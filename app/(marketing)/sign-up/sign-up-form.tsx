"use client";

import { useActionState } from "react";
import { FormAlert, fieldError } from "@/components/forms/form-alert";
import { Button } from "@/components/ui/button";
import { Field } from "@/components/ui/field";
import { Input } from "@/components/ui/input";
import { MIN_PASSWORD_LENGTH } from "@/lib/auth/common-passwords";
import { signUpAction } from "./actions";

export function SignUpForm() {
  const [result, action, pending] = useActionState(signUpAction, null);
  const err = (f: string) => fieldError(result, f);
  return (
    <form action={action} className="flex flex-col gap-5" noValidate>
      <FormAlert result={result} />
      <Field id="name" label="Your name" error={err("name")}>
        <Input id="name" name="name" autoComplete="name" required aria-invalid={!!err("name")} />
      </Field>
      <Field id="workspaceName" label="Business name" hint="For example, your chocolate company's name." error={err("workspaceName")}>
        <Input id="workspaceName" name="workspaceName" autoComplete="organization" required aria-invalid={!!err("workspaceName")} />
      </Field>
      <Field id="email" label="E-mail" error={err("email")}>
        <Input id="email" name="email" type="email" autoComplete="email" required aria-invalid={!!err("email")} />
      </Field>
      <Field id="password" label="Password" hint={`At least ${MIN_PASSWORD_LENGTH} characters.`} error={err("password")}>
        <Input id="password" name="password" type="password" autoComplete="new-password" required aria-invalid={!!err("password")} />
      </Field>
      <Button type="submit" disabled={pending}>
        {pending ? "Creating…" : "Create workspace"}
      </Button>
    </form>
  );
}
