import type { IngredientSpec } from "../types";
import { cocoaComposition, dairyComposition, type NutrientsPer100g } from "./derive";

/** What an ingredient is for, in the trade's terms. */
export type IngredientKind = "cocoa" | "cocoa butter" | "sweetener" | "dairy" | "emulsifier" | "flavouring";

/** A default ingredient: composition for the engine, nutrients per 100 g, and where they come from. */
export interface IngredientProfile extends IngredientSpec {
  readonly key: string;
  readonly kind: IngredientKind;
  readonly nutrients: NutrientsPer100g;
  /** USDA FoodData Central entry, "common practice, no single source", or "from memory — verify". */
  readonly sources: readonly string[];
}

const PRACTICE = "common practice, no single source";
const MEMORY = "from memory — verify";

// USDA FoodData Central, SR Legacy, values per 100 g as listed in /work/shared/REFERENCE.md §3.
const LIQUOR_167568: NutrientsPer100g = { water: 1.34, fat: 52.31, protein: 14.32, carbohydrateByDifference: 28.35, fibre: 16.6, sugars: 0.91, ash: 3.6 };
const WHOLE_MILK_POWDER_173454: NutrientsPer100g = { water: 2.47, fat: 26.71, protein: 26.32, carbohydrateByDifference: 38.42, fibre: 0, sugars: 38.42, ash: 6.08 };
const SKIM_MILK_POWDER_170877: NutrientsPer100g = { water: 3.16, fat: 0.77, protein: 36.16, carbohydrateByDifference: 51.98, fibre: 0, sugars: 51.98, ash: 7.93 };

/**
 * Default ingredient profiles. Compositions are g per 100 g; each value's source is beside it
 * and in `sources`. Prices are left to the workspace.
 */
export const DEFAULT_INGREDIENTS: readonly IngredientProfile[] = [
  {
    key: "cocoa-nibs",
    name: "Cocoa nibs (roasted)",
    kind: "cocoa",
    // Cocoa butter 50–57 %, ≈ 55 typical; moisture 1.5–3 % after roasting: common practice.
    ...cocoaComposition({ fat: 55, water: 2 }),
    nutrients: { fat: 55, water: 2 },
    sources: [`composition: ${PRACTICE} (cocoa butter ≈ 55 %, moisture ≈ 2 %; no SR Legacy entry)`],
  },
  {
    key: "cocoa-liquor",
    name: "Cocoa liquor (cocoa mass)",
    kind: "cocoa",
    ...cocoaComposition({ fat: 52.31, water: 1.34 }), // FDC 167568
    nutrients: LIQUOR_167568,
    sources: ["USDA FoodData Central FDC 167568 (Baking chocolate, unsweetened), used as a proxy for cocoa liquor"],
  },
  {
    key: "cocoa-butter",
    name: "Cocoa butter",
    kind: "cocoa butter",
    cocoaButter: 100, // FDC 171421: fat 100 g
    nutrients: { water: 0, fat: 100, saturates: 59.7, protein: 0, carbohydrateByDifference: 0, fibre: 0, sugars: 0, ash: 0 },
    sources: ["USDA FoodData Central FDC 171421 (Oil, cocoa butter)"],
  },
  {
    key: "cocoa-powder-10-12",
    name: "Cocoa powder, 10–12 % fat",
    kind: "cocoa",
    // 11 % = middle of the 10–12 % grade (practice); 3 % moisture from memory (powders are sold at ≤ 5 %).
    ...cocoaComposition({ fat: 11, water: 3 }),
    nutrients: { fat: 11, water: 3 },
    sources: [`cocoa butter: ${PRACTICE} (middle of the 10–12 % grade)`, `moisture: ${MEMORY}`],
  },
  {
    key: "sucrose",
    name: "Sugar (sucrose)",
    kind: "sweetener",
    sugar: 99.98, // FDC 169655: carbohydrate 99.98 g
    moisture: 0.02, // FDC 169655: water 0.02 g
    nutrients: { water: 0.02, fat: 0, protein: 0, carbohydrateByDifference: 99.98, fibre: 0, sugars: 99.91, ash: 0.01 },
    sources: ["USDA FoodData Central FDC 169655 (Sugars, granulated)"],
  },
  {
    key: "whole-milk-powder",
    name: "Whole milk powder",
    kind: "dairy",
    ...dairyComposition({ fat: 26.71, water: 2.47 }), // FDC 173454
    nutrients: WHOLE_MILK_POWDER_173454,
    sources: ["USDA FoodData Central FDC 173454 (Milk, dry, whole)"],
  },
  {
    key: "skim-milk-powder",
    name: "Skim milk powder",
    kind: "dairy",
    ...dairyComposition({ fat: 0.77, water: 3.16 }), // FDC 170877
    nutrients: SKIM_MILK_POWDER_170877,
    sources: [`USDA FoodData Central FDC 170877 (Milk, dry, nonfat): protein seen quoted; other values ${MEMORY}`],
  },
  {
    key: "buttermilk-powder",
    name: "Buttermilk powder",
    kind: "dairy",
    ...dairyComposition({ fat: 5.8, water: 3 }),
    nutrients: { fat: 5.8, water: 3 },
    sources: [`composition: ${MEMORY} (sweet-cream buttermilk powder, fat ≈ 5–6 %, moisture ≈ 3 %)`],
  },
  {
    key: "soy-lecithin",
    name: "Soy lecithin",
    kind: "emulsifier",
    // An emulsifier, not a vegetable fat for Directive 2000/36/EC Art. 2(1): all of it is "other".
    nutrients: { water: 0, fat: 100, protein: 0, carbohydrateByDifference: 0, fibre: 0, sugars: 0, ash: 0 },
    sources: ["USDA SR Legacy 04531 (Lecithin, soybean): fat 100 g for the nutrition declaration"],
  },
  {
    key: "vanilla",
    name: "Vanilla (ground pods)",
    kind: "flavouring",
    // Used at well under 1 %; counted as "other", its water neglected.
    nutrients: {},
    sources: [`${PRACTICE}: counted as "other"; nutrients not given`],
  },
];

/** The default profile with this key, or undefined. */
export function findDefaultIngredient(key: string): IngredientProfile | undefined {
  return DEFAULT_INGREDIENTS.find((profile) => profile.key === key);
}
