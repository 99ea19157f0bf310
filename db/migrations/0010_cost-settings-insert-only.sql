-- Cost settings are history (each change is a new revision): the database
-- refuses to change a revision once written. barwright_refuse_update() comes
-- from 0005.
CREATE TRIGGER recipe_cost_settings_insert_only BEFORE UPDATE ON recipe_cost_settings FOR EACH ROW EXECUTE FUNCTION barwright_refuse_update();
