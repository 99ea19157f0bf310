"use client";

import { useRouter } from "next/navigation";
import { useTransition } from "react";
import { switchWorkspaceAction } from "@/app/(app)/actions";
import { Select, type SelectOption } from "@/components/ui/select";
import { useToast } from "@/components/ui/toast";

export function WorkspaceSwitcher({ current, workspaces }: { current: string; workspaces: SelectOption[] }) {
  const router = useRouter();
  const toast = useToast();
  const [, start] = useTransition();
  return (
    <div className="w-36 shrink-0" data-testid="workspace-switcher">
      <Select
        value={current}
        ariaLabel="Workspace"
        options={workspaces}
        onValueChange={(workspaceId) =>
          start(async () => {
            const r = await switchWorkspaceAction({ workspaceId });
            if (r.ok) router.push("/overview");
            else toast({ title: "Could not switch", description: r.message, tone: "error" });
          })
        }
      />
    </div>
  );
}
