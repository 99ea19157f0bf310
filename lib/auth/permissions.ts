import type { Role } from "@/db/schema";

/**
 * Who may do what, as data. Deny by default: an action not listed here, or a
 * role not listed for it, is refused. Every server action and route handler
 * names one of these permissions (see lib/actions/define-action.ts and
 * lib/api/route.ts); the integration test matrix checks each against this table.
 */
export const permissionTable = {
  /** See the workspace, its people, the overview. */
  "workspace.read": ["owner", "formulator", "buyer", "production", "viewer"],
  /** Change one's own password. */
  "account.manage": ["owner", "formulator", "buyer", "production", "viewer"],
  /** Invite, revoke invitations, change roles, remove members, read the demo mailbox. */
  "members.manage": ["owner"],
} as const satisfies Record<string, readonly Role[]>;

export type Permission = keyof typeof permissionTable;

export const allPermissions = Object.keys(permissionTable) as Permission[];

/** Whether a role holds a permission (pure; usable in the UI to hide controls). */
export function can(role: Role | null | undefined, permission: Permission): boolean {
  if (!role) return false;
  const allowed: readonly Role[] | undefined = permissionTable[permission];
  return allowed !== undefined && allowed.includes(role);
}
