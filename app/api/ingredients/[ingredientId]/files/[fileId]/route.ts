import { apiRoute } from "@/lib/api/route";
import { routeId } from "@/lib/api/route-id";
import { deleteAttachment } from "@/lib/data/attachments";
import { emptySchema } from "@/lib/validation/auth";

/** DELETE /api/ingredients/:ingredientId/files/:fileId — remove one of the ingredient's files. */
export const DELETE = apiRoute({
  permission: "ingredients.edit",
  schema: emptySchema,
  handler: async ({ viewer, params }) => {
    await deleteAttachment({
      workspaceId: viewer.workspace.id,
      owner: { ingredientId: routeId(params.ingredientId, "That ingredient") },
      attachmentId: routeId(params.fileId, "That file"),
    });
    return { ok: true };
  },
});
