CREATE TYPE "public"."chocolate_type" AS ENUM('dark', 'milk', 'white', 'other');--> statement-breakpoint
CREATE TYPE "public"."recipe_origin" AS ENUM('scratch', 'starting_point', 'copy');--> statement-breakpoint
CREATE TABLE "recipe_releases" (
	"id" uuid PRIMARY KEY DEFAULT gen_random_uuid() NOT NULL,
	"workspace_id" uuid NOT NULL,
	"recipe_id" uuid NOT NULL,
	"version_id" uuid NOT NULL,
	"version_no" integer NOT NULL,
	"note" text,
	"released_by_id" uuid,
	"created_at" timestamp with time zone DEFAULT now() NOT NULL
);
--> statement-breakpoint
CREATE TABLE "recipe_version_lines" (
	"id" uuid PRIMARY KEY DEFAULT gen_random_uuid() NOT NULL,
	"version_id" uuid NOT NULL,
	"position" integer NOT NULL,
	"ingredient_id" uuid NOT NULL,
	"percent" numeric(9, 4) NOT NULL,
	"ingredient_name" text NOT NULL,
	"cocoa_butter" numeric(8, 4) NOT NULL,
	"cocoa_solids_non_fat" numeric(8, 4) NOT NULL,
	"milk_fat" numeric(8, 4) NOT NULL,
	"milk_solids_non_fat" numeric(8, 4) NOT NULL,
	"sugar" numeric(8, 4) NOT NULL,
	"vegetable_fat" numeric(8, 4) NOT NULL,
	"moisture" numeric(8, 4) NOT NULL,
	"is_inclusion" boolean NOT NULL,
	"allergens" text[] NOT NULL,
	"price_per_kg" numeric(16, 4),
	CONSTRAINT "recipe_version_lines_position" UNIQUE("version_id","position")
);
--> statement-breakpoint
CREATE TABLE "recipe_versions" (
	"id" uuid PRIMARY KEY DEFAULT gen_random_uuid() NOT NULL,
	"workspace_id" uuid NOT NULL,
	"recipe_id" uuid NOT NULL,
	"version_no" integer NOT NULL,
	"based_on_version_no" integer,
	"restored_from_version_no" integer,
	"note" text,
	"author_id" uuid,
	"bar_mass_grams" numeric(8, 2) NOT NULL,
	"cocoa_percent" numeric(9, 4) NOT NULL,
	"cost_per_kg" numeric(16, 4),
	"cost_per_bar" numeric(16, 4),
	"evaluation" jsonb NOT NULL,
	"created_at" timestamp with time zone DEFAULT now() NOT NULL,
	CONSTRAINT "recipe_versions_recipe_version" UNIQUE("recipe_id","version_no")
);
--> statement-breakpoint
CREATE TABLE "recipes" (
	"id" uuid PRIMARY KEY DEFAULT gen_random_uuid() NOT NULL,
	"workspace_id" uuid NOT NULL,
	"name" text NOT NULL,
	"chocolate_type" "chocolate_type" NOT NULL,
	"target_cocoa_percent" numeric(9, 4),
	"notes" text,
	"origin" "recipe_origin" DEFAULT 'scratch' NOT NULL,
	"starting_point_key" text,
	"copied_from_recipe_id" uuid,
	"copied_from_version_no" integer,
	"created_by_id" uuid,
	"latest_version_no" integer DEFAULT 0 NOT NULL,
	"bar_mass_grams" numeric(8, 2) NOT NULL,
	"cocoa_percent" numeric(9, 4),
	"cost_per_bar" numeric(16, 4),
	"released_version_no" integer,
	"released_at" timestamp with time zone,
	"created_at" timestamp with time zone DEFAULT now() NOT NULL,
	"updated_at" timestamp with time zone DEFAULT now() NOT NULL,
	CONSTRAINT "recipes_workspace_name" UNIQUE("workspace_id","name")
);
--> statement-breakpoint
ALTER TABLE "recipe_releases" ADD CONSTRAINT "recipe_releases_workspace_id_workspaces_id_fk" FOREIGN KEY ("workspace_id") REFERENCES "public"."workspaces"("id") ON DELETE cascade ON UPDATE no action;--> statement-breakpoint
ALTER TABLE "recipe_releases" ADD CONSTRAINT "recipe_releases_recipe_id_recipes_id_fk" FOREIGN KEY ("recipe_id") REFERENCES "public"."recipes"("id") ON DELETE cascade ON UPDATE no action;--> statement-breakpoint
ALTER TABLE "recipe_releases" ADD CONSTRAINT "recipe_releases_version_id_recipe_versions_id_fk" FOREIGN KEY ("version_id") REFERENCES "public"."recipe_versions"("id") ON DELETE cascade ON UPDATE no action;--> statement-breakpoint
ALTER TABLE "recipe_releases" ADD CONSTRAINT "recipe_releases_released_by_id_users_id_fk" FOREIGN KEY ("released_by_id") REFERENCES "public"."users"("id") ON DELETE set null ON UPDATE no action;--> statement-breakpoint
ALTER TABLE "recipe_version_lines" ADD CONSTRAINT "recipe_version_lines_version_id_recipe_versions_id_fk" FOREIGN KEY ("version_id") REFERENCES "public"."recipe_versions"("id") ON DELETE cascade ON UPDATE no action;--> statement-breakpoint
ALTER TABLE "recipe_version_lines" ADD CONSTRAINT "recipe_version_lines_ingredient_id_ingredients_id_fk" FOREIGN KEY ("ingredient_id") REFERENCES "public"."ingredients"("id") ON DELETE restrict ON UPDATE no action;--> statement-breakpoint
ALTER TABLE "recipe_versions" ADD CONSTRAINT "recipe_versions_workspace_id_workspaces_id_fk" FOREIGN KEY ("workspace_id") REFERENCES "public"."workspaces"("id") ON DELETE cascade ON UPDATE no action;--> statement-breakpoint
ALTER TABLE "recipe_versions" ADD CONSTRAINT "recipe_versions_recipe_id_recipes_id_fk" FOREIGN KEY ("recipe_id") REFERENCES "public"."recipes"("id") ON DELETE cascade ON UPDATE no action;--> statement-breakpoint
ALTER TABLE "recipe_versions" ADD CONSTRAINT "recipe_versions_author_id_users_id_fk" FOREIGN KEY ("author_id") REFERENCES "public"."users"("id") ON DELETE set null ON UPDATE no action;--> statement-breakpoint
ALTER TABLE "recipes" ADD CONSTRAINT "recipes_workspace_id_workspaces_id_fk" FOREIGN KEY ("workspace_id") REFERENCES "public"."workspaces"("id") ON DELETE cascade ON UPDATE no action;--> statement-breakpoint
ALTER TABLE "recipes" ADD CONSTRAINT "recipes_created_by_id_users_id_fk" FOREIGN KEY ("created_by_id") REFERENCES "public"."users"("id") ON DELETE set null ON UPDATE no action;--> statement-breakpoint
CREATE INDEX "recipe_releases_recipe_idx" ON "recipe_releases" USING btree ("recipe_id","created_at");--> statement-breakpoint
CREATE INDEX "recipe_releases_version_idx" ON "recipe_releases" USING btree ("version_id");--> statement-breakpoint
CREATE INDEX "recipe_releases_workspace_idx" ON "recipe_releases" USING btree ("workspace_id");--> statement-breakpoint
CREATE INDEX "recipe_version_lines_ingredient_idx" ON "recipe_version_lines" USING btree ("ingredient_id");--> statement-breakpoint
CREATE INDEX "recipe_versions_workspace_idx" ON "recipe_versions" USING btree ("workspace_id");--> statement-breakpoint
CREATE INDEX "recipe_versions_author_idx" ON "recipe_versions" USING btree ("author_id");--> statement-breakpoint
CREATE INDEX "recipes_workspace_name_idx" ON "recipes" USING btree ("workspace_id",lower("name"),"id");--> statement-breakpoint
CREATE INDEX "recipes_workspace_updated_idx" ON "recipes" USING btree ("workspace_id","updated_at","id");--> statement-breakpoint
CREATE INDEX "recipes_workspace_cocoa_idx" ON "recipes" USING btree ("workspace_id","cocoa_percent","id");--> statement-breakpoint
CREATE INDEX "recipes_workspace_cost_idx" ON "recipes" USING btree ("workspace_id","cost_per_bar","id");--> statement-breakpoint
CREATE INDEX "recipes_created_by_idx" ON "recipes" USING btree ("created_by_id");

AIM OF THE EXERCISE
The word "await" appears in some of the lines above. Copy those lines.

SOLUTION TO THE EXERCISE
            const r = await switchWorkspaceAction({ workspaceId });
    await deleteAttachment({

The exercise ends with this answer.